Take the data below and extract the lines from the one with "right, cx_right = asce7.case_c_mean(b_over_s" to the one with "# Case C falls", inclusive, exactly as written.

|---|

"""Wall lines: panels standing edge to edge are one wall to the wind (design.md §4).

Each day, the panels standing on a line form groups (gaps no wider than the plan's joint gap).
A panel in a group takes the Case A and Case C pressures of the whole group over its own width,
from either end; a return wall standing at a corner cuts the end-zone value there (ASCE 7-16
Figure 29.3-1). The engine envelopes these line loads over every day the panel stands, together
with its own lone-panel Cases A and B (the state before its neighbours were set).
"""

from __future__ import annotations

from dataclasses import dataclass
from itertools import chain, repeat

import numpy as np

from bracing.model import Site, read_panels
from bracing.wind import asce7

CORNER_TOLERANCE_FT = 1.0  # line ends closer than this meet at a corner


@dataclass(frozen=True)
class LineLoads:
    """Per panel, enveloped over its standing days; NaN where a panel is on no line.

    `left_*` is wind from the line's start end, `right_*` from its far end; x in ft from the
    panel's first edge. `local_max` and `local_mid` are the largest local Case C coefficient
    over the panel's width and the one at its middle (for walls checked per foot).
    """

    case_a: np.ndarray
    left_mean: np.ndarray
    left_x: np.ndarray
    right_mean: np.ndarray
    right_x: np.ndarray
    local_max: np.ndarray
    local_mid: np.ndarray


@dataclass(frozen=True)
class Releases:
    """Each panel's lift and release, read once per evaluation for the line loads, the planned
    standing time and the days of the job (`bracing.schedule`); panels in site order.

    A wall releases on its sign-off day, and only when every event it waits for is done by then
    (OSHA 1926.704(a): braces stay until the permanent connections are complete). A sign-off
    before the lift, or before one of those events, cannot release it.
    """

    marks: tuple[str, ...]
    lift: np.ndarray        # lift day (NaN: not scheduled)
    event_day: np.ndarray   # day of the last event the release waits for (NaN: none)
    release: np.ndarray     # release day (inf: not released)
    early: np.ndarray       # the sign-offs (rows of site.signoffs) before the one that releases
    #                         their wall, if any: wall by wall, day by day, then in file order
    early_wall: np.ndarray  # the wall (row of site.panels) of each
    early_day: np.ndarray   # and its day


def releases(site: Site, columns: dict[str, tuple] | None = None) -> Releases:
    """Each panel's lift, last release event and release day, from the sign-offs of its
    scheduled walls (see Releases); `columns`: the panels' fields, if already read."""
    panel = columns or read_panels(site)
    marks, lift, after = (panel[k] for k in ("mark", "lift_day", "release_after"))
    lift = np.array(lift, float)  # None: NaN
    event_day = _last_event_days(site, after)
    row = dict(zip(marks, range(len(marks)))) if site.signoffs else {}
    wall = np.array([row[s.panel] for s in site.signoffs], int)
    day = np.array([s.day for s in site.signoffs], int)
    order = np.lexsort((day, wall))                      # stable: same-day ones in file order
    order = order[~np.isnan(lift[wall[order]])]          # the sign-offs of scheduled walls
    wall, day = wall[order], day[order]
    valid = (day >= lift[wall]) & ~(event_day[wall] > day)  # after the lift and every event
    first = np.full(len(marks), len(order))              # each wall's first valid sign-off
    np.minimum.at(first, wall[valid], np.flatnonzero(valid))
    release = np.full(len(marks), np.inf)
    signed = first < len(order)
    release[signed] = day[first[signed]]
    early = np.flatnonzero(np.arange(len(order)) < first[wall])
    return Releases(marks, lift, event_day, release, order[early], wall[early], day[early])


def planned_weeks(releases: Releases) -> np.ndarray:
    """Planned standing time (weeks) from lift to the last event that releases the wall."""
    return weeks_to_release(releases.lift, releases.event_day)


def _last_event_days(site: Site, after: tuple[list[str], ...]) -> np.ndarray:
    """Day of the last event each panel's release waits for (`after`: the events of each);
    NaN where it waits for none."""
    events = {e.name: e.day for e in site.events}
    count = np.fromiter(map(len, after), int, len(after))
    day = np.fromiter(map(events.__getitem__, chain.from_iterable(after)), float, count.sum())
    last = np.full(len(after), np.nan)
    waits = count > 0
    if waits.any():
        last[waits] = np.maximum.reduceat(day, (np.cumsum(count) - count)[waits])
    return last


def weeks_to_release(lift_day, event_day):
    """Weeks from the lift to the last release event, both days counted (at least one day);
    NaN where either day is NaN."""
    return np.maximum(1.0, event_day - lift_day + 1.0) / 7.0


def line_loads(site: Site, releases: Releases, width: np.ndarray, height: np.ndarray,
               base: np.ndarray, columns: dict[str, tuple] | None = None) -> LineLoads | None:
    """The enveloped line loads of every panel (None when no panel stands on a line), from
    the site's `releases`, each panel's width, height and base elevation (ft) and its line
    and offset (`columns`: the panels' fields, if already read)."""
    n = len(site.panels)
    panel = columns or read_panels(site)
    line, offset = panel["line"], panel["offset"]
    offset = np.array(offset, dtype=float)  # None: NaN
    lift = releases.lift
    lines = {ln.name: ln for ln in site.lines}
    number = {name: k for k, name in enumerate(lines)}
    line_id = np.fromiter(map(number.get, line, repeat(-1)), int, n)  # -1: on no line
    line_id[np.isnan(lift)] = -1  # a wall not scheduled never stands on its line
    if not (line_id >= 0).any():
        return None
    groups = _standing_groups(site, lines, line_id, lift, releases.release, offset, width)
    if groups is None:  # every wall on the lines is released on its lift day
        return LineLoads(**{k: np.full(n, np.nan) for k in LineLoads.__dataclass_fields__})
    member, lo, hi, ret_lo, ret_hi = groups
    member = member.astype(int)
    start, width, s = offset[member], width[member], height[member]
    top = s + base[member]
    ret_lo, ret_hi = ret_lo / s, ret_hi / s
    b_over_s = (hi - lo) / s
    s_over_h = s / top
    x0 = (start - lo) / s
    x1 = x0 + width / s
    # the wind from the line's start (its return wall there) and from its end
    bins_lo = asce7.case_c_bins(b_over_s, s_over_h, ret_lo)
    bins_hi = asce7.case_c_bins(b_over_s, s_over_h, ret_hi)
    left, cx_left = asce7.case_c_mean(x0, x1, b_over_s, s_over_h, bins=bins_lo)
    right, cx_right = asce7.case_c_mean(b_over_s - x1, b_over_s - x0, b_over_s, s_over_h,
                                        bins=bins_hi)
    # Case C falls away from the windward end: over a panel's width its largest local value is
    # at the edge nearer that end, from either end of the line
    mid = (x0 + x1) / 2.0
    local_max = np.maximum(asce7.case_c_cf(x0, b_over_s, s_over_h, bins=bins_lo),
                           asce7.case_c_cf(b_over_s - x1, b_over_s, s_over_h, bins=bins_hi))
    local_mid = np.maximum(asce7.case_c_cf(mid, b_over_s, s_over_h, bins=bins_lo),
                           asce7.case_c_cf(b_over_s - mid, b_over_s, s_over_h, bins=bins_hi))
    out = {k: np.full(n, np.nan) for k in LineLoads.__dataclass_fields__}
    for key, values in (("case_a", asce7.cf_cases_ab(b_over_s, s_over_h)),
                        ("local_max", local_max), ("local_mid", local_mid)):
        np.fmax.at(out[key], member, values)  # the envelope: the larger value of each panel
    # each end's wind at its largest, with its resultant from the panel's own first edge
    for end, mean, at in (("left", left, cx_left * s - (start - lo)),
                          ("right", right, hi - start - cx_right * s)):
        largest = np.full(n, np.nan)
        np.fmax.at(largest, member, mean)
        best = np.full(n, len(mean))  # each panel's earliest row at its largest (none: len)
        at_largest = np.flatnonzero(mean == largest[member])
        np.minimum.at(best, member[at_largest], at_largest)
        found = best < len(mean)
        out[f"{end}_mean"][found] = mean[best[found]]
        out[f"{end}_x"][found] = at[best[found]]
    return LineLoads(**out)


def _standing_groups(site: Site, lines: dict, line_id: np.ndarray, lift: np.ndarray,
                     release: np.ndarray, start: np.ndarray, width: np.ndarray
                     ) -> tuple[np.ndarray, ...] | None:
    """The groups each wall on a line stands in, day by day: (panel index, the group's extent
    lo and hi along the line, the return wall at its start and at its end, ft), in day order.

    `lines` are the site's lines by name; `line_id`, `lift`, `release`, `start` and `width` each
    panel's line (its place in `lines`; -1: none, or not scheduled), lift and release day (inf:
    not released), offset along the line and width. A wall in the same group as on its last
    standing day is loaded the same, so only changes are listed (None when no wall on a line
    ever stands)."""
    gap = site.plan.joint_gap if site.plan else 1.0
    line_length = np.array([np.hypot(*np.subtract(ln.end, ln.start)) for ln in lines.values()])
    names = list(lines)
    on_line = line_id >= 0
    order = np.lexsort((start, line_id))
    order = order[on_line[order]]  # walls on lines, by line then along it
    lift_o, release_o, line_o, lo_o = lift[order], release[order], line_id[order], start[order]
    hi_o = lo_o + width[order]
    corners = _corners(lines)
    days = np.unique(np.concatenate([lift[on_line], release[on_line & np.isfinite(release)]]))
    found = []
    last = np.full((4, len(site.panels)), np.nan)  # each wall's group on its last standing day
    for day in days:
        up = (lift_o <= day) & (release_o > day)
        members = order[up]
        if len(members) == 0:  # every wall on the lines released that day
            continue
        # groups: a new one where the line changes or a gap wider than a joint opens
        lid, lo_m, hi_m = line_o[up], lo_o[up], hi_o[up]
        breaks = (np.diff(lid) != 0) | (lo_m[1:] - hi_m[:-1] > gap)
        first = np.concatenate([[0], np.nonzero(breaks)[0] + 1])
        group = np.cumsum(np.concatenate([[0], breaks]))
        g_lo = np.minimum.reduceat(lo_m, first)
        g_hi = np.maximum.reduceat(hi_m, first)
        ret_lo, ret_hi = _corner_returns(lid[first], g_lo, g_hi, names, line_length, corners)
        now = np.array([g_lo[group], g_hi[group], ret_lo[group], ret_hi[group]])
        changed = (last[:, members] != now).any(axis=0)
        last[:, members] = now
        found.append((members[changed], *now[:, changed]))
    if not found:
        return None
    return tuple(np.concatenate(column).astype(float) for column in zip(*found))


def _corners(lines: dict) -> dict[tuple[str, str], list[tuple[str, str]]]:
    """For each line end ('start'/'end'), the ends of other lines that meet it at a corner."""
    ends = [(name, tip) for name, ln in lines.items() for tip in ("start", "end")]
    if not ends:
        return {}
    xy = np.array([getattr(lines[name], tip) for name, tip in ends], float)
    by_x = np.argsort(xy[:, 0], kind="stable")
    out: dict[tuple[str, str], list[tuple[str, str]]] = {}
    for step in range(1, len(ends)):  # ends ever further apart in x, until none is near in x
        a, b = by_x[:-step], by_x[step:]
        near_x = xy[b, 0] - xy[a, 0] <= CORNER_TOLERANCE_FT
        if not near_x.any():
            break
        a, b = a[near_x], b[near_x]
        near = np.hypot(*(xy[a] - xy[b]).T) <= CORNER_TOLERANCE_FT
        for j, k in zip(a[near].tolist(), b[near].tolist()):
            if ends[j][0] != ends[k][0]:
                out.setdefault(ends[j], []).append(ends[k])
                out.setdefault(ends[k], []).append(ends[j])
    return out


def _corner_returns(g_line, g_lo, g_hi, names, length, corners) -> tuple[np.ndarray, ...]:
    """Length of wall standing at right angles where each group's start and end meet a corner
    (0 where none).

    Groups are given by their line's number in `names` and their extent along it; `length` is
    each line's length and `corners` comes from `_corners`.
    """
    returns = np.zeros((2, len(g_line)))
    if not corners:
        return returns[0], returns[1]
    at_tip = {}  # (line, 'start'|'end') -> (group, 0|1, extent of the group standing there)
    for end, (tip, at) in enumerate((("start", g_lo <= CORNER_TOLERANCE_FT),
                                     ("end", g_hi >= length[g_line] - CORNER_TOLERANCE_FT))):
        for g in np.nonzero(at)[0].tolist():
            at_tip[(names[g_line[g]], tip)] = (g, end, float(g_hi[g] - g_lo[g]))
    for tip, (g, end, _) in at_tip.items():
        other = [at_tip[p][2] for p in corners.get(tip, []) if p in at_tip]
        if other:
            returns[end, g] = max(other)
    return returns[0], returns[1]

|---|

● ANSWER FOR THIS EXERCISE:
    right, cx_right = asce7.case_c_mean(b_over_s - x1, b_over_s - x0, b_over_s, s_over_h,
                                        bins=bins_hi)
    # Case C falls away from the windward end: over a panel's width its largest local value is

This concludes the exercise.